Does anybody know how long it takes to get this cert.  A friend of mine had to get one for her extension (she was selling her house) and she said she got an architect out immediately and that it took no time atall.  Anybody else have any experience with this situation?


----------



## mathepac (10 Jul 2009)

Sounds like the vendor is in no hurry to close the sale, either that or getting the Certificate of Compliance is proving to be a bit of a challenge.  In either case you have the choice of issuing a "brostaig ort" via your solicitor or moving on to another property.


----------



## sahm2 (10 Jul 2009)

Don't worry about this.

We are in a similar position and are selling our house. We did not know we needed an original cert of compliance and we are 6 wks sale agreed.
It can take about 10 days if the architect needs to send away for documents and searches - depending on age of property this can be quicker. They should be back to you within the next few days. 
Do not think this is an indication they don't want to sell (in our case it is not any way!)


----------



## kerdub (10 Jul 2009)

Thanks for the replies.  I have spoken to our surveyor who assures me that people most often don't realise they need planning permission or cert of compliance for renovations to their houses or they simply forget.  He said that a cert of compliance takes no time atall to organise.  However the vendor has made changes to the front of the house and there is no planning application lodged under the address of the house.  This could take 3 months to organise if they have no planning permission for this change. 
The surveyor mentioned renegotiating the sale price. This could cover any expenses incurred if we have to apply for planning permission or getting rid of the changes made to the front of the house. 
I really want this house though.....  we've been searching for so long!


----------



## mathepac (10 Jul 2009)

kerdub said:


> ... The surveyor mentioned renegotiating the sale price. This could cover any expenses incurred if we have to apply for planning permission or getting rid of the changes made to the front of the house...


I doubt your solicitor will countenance progressing any such arrangement; the surveyor would not have to undertake untangling any subsequent complications, your solicitor would.


----------



## onq (10 Jul 2009)

kerdub said:


> Thanks for the replies.  I have spoken to our surveyor who assures me that people most often don't realise they need planning permission or cert of compliance for renovations to their houses or they simply forget.  He said that a cert of compliance takes no time at all to organise.  However the vendor has made changes to the front of the house and there is no planning application lodged under the address of the house.  This could take 3 months to organise if they have no planning permission for this change.
> The surveyor mentioned renegotiating the sale price. This could cover any expenses incurred if we have to apply for planning permission or getting rid of the changes made to the front of the house.
> I really want this house though.....  we've been searching for so long!



That's not the right attitude 
Salesmen love people who talk themselves into purchasing dodgy goods!

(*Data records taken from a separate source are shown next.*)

function addSolverOptions(cmd: Command): Command {
  return cmd
    .addOption(
      new Option('--method <name>', `solver method (overrides the scenario): ${solverMethodNames().join(', ')}`).argParser(
        solverOption('method'),
      ),
    )
    .option('--tolerance <number>', 'relative residual to reach (overrides the scenario)', solverOption('tolerance'))
    .option('--max-iterations <n>', 'iteration cap (overrides the scenario)', solverOption('maxIterations'))
    .option('--relaxation <omega>', 'relaxation factor for SOR (default: chosen automatically)', solverOption('relaxation'))
    .option('--threads <n>', 'threads of the solve: a whole number or "auto" (default: all cores on large grids)', solverOption('threads'))
    .option('--overwrite', 'replace results already in the output folder')
    .option('--no-maps', 'write only rasters, tables and the summary: no contours, flux rasters, map or report')
    .option('--native-contours', "also write contours (and capture zones and pathlines) in the raster's own CRS (*.native.geojson)")
    .option(
      '--contour-interval <number>',
      'contour interval in length units (default: a round interval)',
      positiveNumber('--contour-interval'),
    );
}

/** The run options of the flags: solver overrides (already checked while parsing), progress. */
function runOptions(flags: SolveFlags): { options: RunOptions; progress: ReturnType<typeof makeProgress> } {
  const progress = makeProgress(Boolean(flags.quiet));
  const options: RunOptions = { onProgress: progress };
  if (flags.method) options.method = flags.method;
  if (flags.tolerance !== undefined) options.tolerance = flags.tolerance;
  if (flags.maxIterations !== undefined) options.maxIterations = flags.maxIterations;
  if (flags.relaxation !== undefined) options.relaxation = flags.relaxation;
  if (flags.threads !== undefined) options.threads = flags.threads;
  return { options, progress };
}

/**
 * The result writers and what they pull in (maps, report, PNG rasterising) are imported when a command writes
 * results, so that the other commands start without them; a failed import is not left unobserved meanwhile.
 */
function writersModule(): Promise<typeof import('../output/solveFiles.js')> {
  const loading = import('../output/solveFiles.js');
  loading.catch(() => undefined);
  return loading;
}

/**
 * Run `work` with the threads a solving command uses, started first: the result-writing pool and the first solve
 * worker load their modules on the other cores while this one loads the input; both are ended afterwards.
 */
async function withRunThreads(work: (pool: WritePool | null, solveExecutor: Executor) => Promise<number>): Promise<number> {
  const pool = startWritePool();
  const solveExecutor = await startExecutor();
  try {
    return await work(pool, solveExecutor);
  } finally {
    solveExecutor.close();
    void pool?.close();
  }
}

function runSolve(scenario: string, outDir: string, flags: SolveFlags, io: CliIO): Promise<number> {
  return withRunThreads((pool, solveExecutor) => solveAndWrite(scenario, outDir, flags, io, pool, solveExecutor));
}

Estate agents do deals, nothing more - caveat emptor.
They give no assurances, offer no certificates and in the past possessed disclaimers so outrageous that you could not rely on anything they say.

Your surveyor is correct re the issuing of the cert, in that if the work is actually compliant then it should take as long as a visual inspection of the house on site, a planning file inspection and a time to compose and issue the document - usually less than a week if all's well.

If all is not well, its twelve weeks minimum from the date of lodgement to the date of expiry of the Appeal Period and a further week or week-and-a-half to receive the Grant of Permission.

Garage conversions are mentioned in the exempted development schedule and some local authorities consider the kind of elevations changes needed to put a window in a garage as coming under Section 4 (1) (h) of the Planning and Development  Act 2000 - so why is there a problem?

If the planning authority is disposed to consider the changes under Section 4 (1) (h) of the Act, and you want a cast-iron assurance, as opposed to a certificate, you could request a section 5 Declaration to resolve this - these used to take 4 weeks and cost circa €80.

Depending on how long the works have been completed, you might be able to obtain a letter of comfort/cert of freedom from enforcement action as opposed to a certificate of compliance or exemption in relation to the planning situation.
If the work was completed more than 7 years ago and no enforcement process occurred in the intervening period [no warning letter or ENF file opened in relation to it] then it is very possible that the local authority are precluded from taking action.
In other words, although it might not have been exempted development and it didn't get permission, it may now be free from the threat of enforcement action.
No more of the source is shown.